WORK TASK
Only one stretch of the records below should be repeated. It starts with the line containing "sd_a = X_a.std(axis=0, ddof=1)" and goes on through the line containing "of the chosen", exactly as written.

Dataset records
^^^^^^^^^^^^^^^^
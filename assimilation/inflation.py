"""Covariance inflation and a guard against ensemble collapse.

All functions work on ensembles of shape (members, n) in the analysis space
(log space for concentrations and positive parameters in Bloomline).

References
----------
[1] Anderson, J. L. and Anderson, S. L. (1999). A Monte Carlo implementation of
    the nonlinear filtering problem to produce ensemble assimilations and
    forecasts. Mon. Wea. Rev. 127:2741–2758 (multiplicative inflation).
[2] Whitaker, J. S. and Hamill, T. M. (2012). Evaluating methods to account for
    system errors in ensemble data assimilation. Mon. Wea. Rev. 140:3078–3089
    (relaxation to prior spread, RTPS).
"""
from __future__ import annotations

import numpy as np


def inflate_multiplicative(E: np.ndarray, factor: float, columns=None) -> np.ndarray:
    """Scale the anomalies about the ensemble mean by ``factor`` [-].

    E (M, n). factor multiplies the spread (standard deviation), so the
    covariance grows by factor**2 (Anderson and Anderson 1999, Mon. Wea.
    Rev. 127:2741). columns: optional index or mask of the columns to
    inflate; the others are returned unchanged. Returns a new array.
    """
    if not factor > 0:
        raise ValueError(f"inflation factor must be > 0, got {factor!r}")
    out = np.array(E, dtype=float, copy=True)
    cols = slice(None) if columns is None else columns
    part = out[:, cols]
    mean = part.mean(axis=0)
    out[:, cols] = mean + factor * (part - mean)
    return out


def relax_to_prior_spread(E_prior: np.ndarray, E_post: np.ndarray, alpha: float) -> np.ndarray:
    """Relaxation to prior spread (RTPS): Whitaker and Hamill (2012), eq. (4).

    Each variable's analysis anomalies are rescaled so that its spread
    becomes sigma_a + alpha * (sigma_b - sigma_a), alpha in [0, 1]
    (0 = no relaxation, 1 = prior spread kept). Variables whose analysis
    spread is zero are left unchanged. Returns a new (M, n) array.
    """
    if not 0.0 <= alpha <= 1.0:
        raise ValueError(f"relaxation alpha must be in [0, 1], got {alpha!r}")
    sd_b = E_prior.std(axis=0, ddof=1)
    mean_a = E_post.mean(axis=0)
    X_a = E_post - mean_a
    sd_a = X_a.std(axis=0, ddof=1)
    scale = np.ones_like(sd_a)
    ok = sd_a > 0
    scale[ok] = 1.0 + alpha * (sd_b[ok] - sd_a[ok]) / sd_a[ok]
    return mean_a + X_a * scale


def floor_spread(E: np.ndarray, sd_floor: float, columns=None) -> np.ndarray:
    """Raise the spread of the chosen columns to at least ``sd_floor``.

    A guard against collapse of augmented parameters (common practice in
    state-augmentation filters; cf. Aksoy, Zhang and Nielsen-Gammon 2006,
    Mon. Wea. Rev. 134:2951, who keep a minimum parameter spread). The
    anomalies of a column whose standard deviation is below the floor are
    scaled up to it; zero anomalies stay zero. Returns a new array.
    """
    out = np.array(E, dtype=float, copy=True)
    cols = np.arange(out.shape[1])[slice(None) if columns is None else columns]
    part = out[:, cols]
    mean = part.mean(axis=0)
    X = part - mean
    sd = X.std(axis=0, ddof=1)
    low = (sd < sd_floor) & (sd > 0)
    out[:, cols[low]] = mean[low] + X[:, low] * (sd_floor / sd[low])
    return out
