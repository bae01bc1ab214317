"""Quantities derived from the model state: nutrient totals, the network's
nitrogen and phosphorus budget, and the Secchi depth.

Total nitrogen and phosphorus count the dissolved inorganic nutrient, the
detrital (organic) nutrient and the nutrient bound in algae (chlorophyll-a
times the spec's nutrient-to-chlorophyll ratio), as a lab's total N or total
P after digestion does. The budget (:func:`mass_fluxes`) reuses the model's own process
fluxes (:func:`model.process_fluxes`), so it accounts for exactly the
processes the tendency integrates; its ``net`` equals d(total_mass)/dt
(checked in tests/assimilation/test_mass_balance.py).
"""
from __future__ import annotations

import numpy as np

from assimilation import hydraulics, light, model
from assimilation.forcing import Forcing, check_members
from assimilation.spec import NUTRIENT_SLOTS, ModelSpec, StateLayout

KG_PER_MG = 1e-6


def total_nitrogen(E: np.ndarray, spec: ModelSpec) -> np.ndarray:
    """Total nitrogen (DIN + detrital N + algal N) per basin [µg N/L], (..., B)."""
    layout = StateLayout(spec)
    return (layout.nitrogen(E) + layout.detrital_nitrogen(E)
            + spec.nitrogen_to_chlorophyll * layout.total_chlorophyll(E))


def total_phosphorus(E: np.ndarray, spec: ModelSpec) -> np.ndarray:
    """Total phosphorus (SRP + detrital P + algal P) per basin [µg P/L], (..., B)."""
    layout = StateLayout(spec)
    return (layout.phosphorus(E) + layout.detrital_phosphorus(E)
            + spec.phosphorus_to_chlorophyll * layout.total_chlorophyll(E))


def secchi_depth(E: np.ndarray, spec: ModelSpec) -> np.ndarray:
    """Secchi depth implied by the state, SD ≈ 1.7 / (k_bg + k_chl·ΣA) [m], (..., B).

    Beer–Lambert attenuation with self-shading (:mod:`light`) and the
    Poole–Atkins rule of thumb; for Carlson's TSI(SD) on the page.
    """
    layout = StateLayout(spec)
    k = light.attenuation_coefficient(spec.background_attenuation_per_m, spec.chlorophyll_attenuation_m2_mg,
                                      layout.total_chlorophyll(E))
    return light.secchi_depth(k)


def total_mass(E: np.ndarray, spec: ModelSpec) -> np.ndarray:
    """Total nitrogen and phosphorus in the whole network [kg], (..., 2).

    Changes at the rate ``mass_fluxes(...)["net"]``; N fixation is a source
    of the nitrogen total (the ``fixation`` term), not a transfer within it.
    """
    volume = np.array([b.volume_m3 for b in spec.basins])
    n = (total_nitrogen(E, spec) * volume).sum(axis=-1)
    p = (total_phosphorus(E, spec) * volume).sum(axis=-1)
    return np.stack([n, p], axis=-1) * KG_PER_MG


def mass_fluxes(E: np.ndarray, spec: ModelSpec, forcing: Forcing, params: dict | None = None) -> dict:
    """Mass fluxes of the network budget [kg/d], each (M, 2) for (N, P).

    Keys: ``inflow`` (external loads), ``outflow`` (leaving the system),
    ``settling`` (of algae), ``detritus_settling``, ``mortality_loss`` (the
    part of mortality neither recycled nor turned into detritus),
    ``denitrification`` (N only), ``fixation`` (N only, N2 fixed by
    nitrogen-fixing groups), ``sediment_release`` (P only) and ``net`` =
    inflow − outflow − settling − detritus_settling − mortality_loss −
    denitrification + fixation + sediment_release, which equals
    d(total_mass)/dt. Remineralisation and detritus formation move nutrient
    within the total and are not budget terms. E (M, n_state) [µg/L];
    forcing at one time (leading axis of length 1); params as in
    :func:`model.coefficients`.
    """
    layout = StateLayout(spec)
    E = np.asarray(E, dtype=float)
    M = E.shape[0]
    check_members(forcing, M)
    C = layout.blocks(E)
    co = model.coefficients(spec, params, M)
    T, par = forcing.water_temperature_C[0], forcing.par_W_m2[0]
    q, c_in = forcing.inflow_m3_s[0], forcing.inflow_concentration_ugL[0]
    stoich = np.array([co.n_to_chl, co.p_to_chl])
    S = NUTRIENT_SLOTS
    f = model.process_fluxes(C, co, T, par)                                   # [µg/L/d]

    def totals(conc):
        """(N, P) totals of concentrations (..., 4 + G): dissolved + detrital + algal [µg/L]."""
        return conc[..., :2] + conc[..., 2:S] + stoich * conc[..., S:].sum(axis=-1)[..., None]

    spd = hydraulics.SECONDS_PER_DAY
    inflow = np.broadcast_to((q[:, None] * totals(c_in)).sum(axis=0) * spd, (M, 2))
    Q = hydraulics.basin_outflows(spec.network, q) * spd                     # (B,) m³/d
    leaves = np.array([d == -1 for d in spec.network.downstream], dtype=float)
    outflow = ((Q * leaves)[:, None] * totals(C)).sum(axis=-2)
    V = co.volume_m3[:, None]
    settling = stoich * (f.settling.sum(axis=-1)[..., None] * V).sum(axis=-2)
    detritus_settling = (f.detritus_settling * V).sum(axis=-2)
    lost = (1.0 - co.detrital_fraction) * (1.0 - co.recycled)
    mortality_loss = stoich * lost * (f.mortality.sum(axis=-1)[..., None] * V).sum(axis=-2)
    release = np.zeros((M, 2))
    if co.any_release:
        release[:, 1] = (f.sediment_phosphorus * co.volume_m3).sum(axis=-1)
    denitrification = np.zeros((M, 2))
    if co.denitrification_20 > 0:
        denitrification[:, 0] = (f.denitrification * co.volume_m3).sum(axis=-1)
    fixation = np.zeros((M, 2))
    if co.any_fixing:
        fixation[:, 0] = co.n_to_chl * (f.fixed_growth.sum(axis=-1) * co.volume_m3).sum(axis=-1)
    out = {"inflow": inflow, "outflow": outflow, "settling": settling, "detritus_settling": detritus_settling,
           "mortality_loss": mortality_loss, "denitrification": denitrification, "fixation": fixation,
           "sediment_release": release}
    out = {k: np.asarray(v) * KG_PER_MG for k, v in out.items()}
    out["net"] = (out["inflow"] - out["outflow"] - out["settling"] - out["detritus_settling"]
                  - out["mortality_loss"] - out["denitrification"] + out["fixation"] + out["sediment_release"])
    return out
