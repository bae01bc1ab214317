"""Settings of the Bloomline filter cycle (:func:`assimilation.filter_cycle.assimilate`).

One frozen dataclass, checked when it is made, so a bad setting fails at
configuration time with a message naming the field. The meaning of each
setting and its default are in :class:`FilterConfig`.
"""
from __future__ import annotations

from dataclasses import dataclass

from assimilation import enkf, observe


@dataclass(frozen=True)
class FilterConfig:
    """Settings of the filter; the defaults work for a new water body without tuning.

    members: ensemble size. method: ``"sqrt"`` (local ETKF) or
    ``"stochastic"`` (perturbed observations). inflation [-]: multiplicative
    factor on the spread of the model state before each analysis.
    relaxation_to_prior_spread [-]: RTPS alpha in [0, 1] for the model state.
    localization_hops [hops]: Gaspari–Cohn half-width along the flow
    network (zero at twice this); inf or 0 switches localization off.
    estimate_parameters: augment with mu_max and mortality of each group.
    n_sensors: number of chlorophyll/phycocyanin sensors with an estimated gain.
    parameter_sd_floor [log units, i.e. relative sd]: least spread kept in
    each augmented parameter and gain. parameter_relaxation [-]: RTPS alpha
    for the parameters and gains, which slows their learning but keeps them
    from collapsing onto a wrong value early. parameter_bounds_factor [-]:
    each member's parameters stay within the spec's value times or divided
    by this factor, its gains within [1/factor, factor] (a guard against
    drift in a long season). window_d [d]: aggregation window of
    high-frequency readings. representativeness_fraction [-]: see
    :func:`observe.aggregate_windows`. dt_d [d]: model step.
    initial_state_log_sd, parameter_log_sd, gain_log_sd [log units]: spread
    of the initial ensemble about the first guess, the spec's parameters and
    a gain of 1. state_floor_ugL [µg/L]: concentrations are floored here
    before taking logs. model_error_log_sd_per_d [log units per sqrt(day)]:
    random-walk perturbation of the model state during the forecast
    (stochastic model error; 0 switches it off). The default 0.1 (10 % per
    day) stands for the structural error of a box model against a real
    water body, without which the ensemble grows overconfident and stops
    following the readings (common practice; e.g. Evensen 2009, ch. 4).
    """

    members: int = 60
    method: str = "sqrt"
    inflation: float = 1.02
    relaxation_to_prior_spread: float = 0.5
    localization_hops: float = 1.5
    estimate_parameters: bool = True
    n_sensors: int = 0
    parameter_sd_floor: float = 0.03
    parameter_relaxation: float = 0.5
    parameter_bounds_factor: float = 4.0
    window_d: float = 1.0
    representativeness_fraction: float = observe.REPRESENTATIVENESS_FRACTION
    dt_d: float = 1.0 / 24.0
    initial_state_log_sd: float = 0.5
    parameter_log_sd: float = 0.2
    gain_log_sd: float = 0.2
    state_floor_ugL: float = 1e-3
    model_error_log_sd_per_d: float = 0.1

    def __post_init__(self):
        if int(self.members) != self.members or self.members < 2:
            raise ValueError(f"FilterConfig.members must be an integer >= 2, got {self.members!r}")
        if self.method not in enkf.METHODS:
            raise ValueError(f"FilterConfig.method must be one of {enkf.METHODS}, got {self.method!r}")
        if not self.inflation >= 1.0:
            raise ValueError(f"FilterConfig.inflation must be >= 1, got {self.inflation!r}")
        if not 0.0 <= self.relaxation_to_prior_spread <= 1.0:
            raise ValueError("FilterConfig.relaxation_to_prior_spread must be in [0, 1], "
                             f"got {self.relaxation_to_prior_spread!r}")
        if not self.localization_hops >= 0:
            raise ValueError(f"FilterConfig.localization_hops must be >= 0, got {self.localization_hops!r}")
        if int(self.n_sensors) != self.n_sensors or self.n_sensors < 0:
            raise ValueError(f"FilterConfig.n_sensors must be an integer >= 0, got {self.n_sensors!r}")
        if not 0.0 <= self.parameter_relaxation <= 1.0:
            raise ValueError(f"FilterConfig.parameter_relaxation must be in [0, 1], got {self.parameter_relaxation!r}")
        for key in ("parameter_sd_floor", "initial_state_log_sd", "parameter_log_sd", "gain_log_sd",
                    "model_error_log_sd_per_d", "representativeness_fraction"):
            if not getattr(self, key) >= 0:
                raise ValueError(f"FilterConfig.{key} must be >= 0, got {getattr(self, key)!r}")
        if not self.parameter_bounds_factor > 1.0:
            raise ValueError(f"FilterConfig.parameter_bounds_factor must be > 1, got {self.parameter_bounds_factor!r}")
        for key in ("window_d", "dt_d", "state_floor_ugL"):
            if not getattr(self, key) > 0:
                raise ValueError(f"FilterConfig.{key} must be > 0, got {getattr(self, key)!r}")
^^^^^^^^^^^^^^^^
WRITTEN SOLUTION
    sd_a = X_a.std(axis=0, ddof=1)
    scale = np.ones_like(sd_a)
    ok = sd_a > 0
    scale[ok] = 1.0 + alpha * (sd_b[ok] - sd_a[ok]) / sd_a[ok]
    return mean_a + X_a * scale


def floor_spread(E: np.ndarray, sd_floor: float, columns=None) -> np.ndarray:
    """Raise the spread of the chosen columns to at least ``sd_floor``.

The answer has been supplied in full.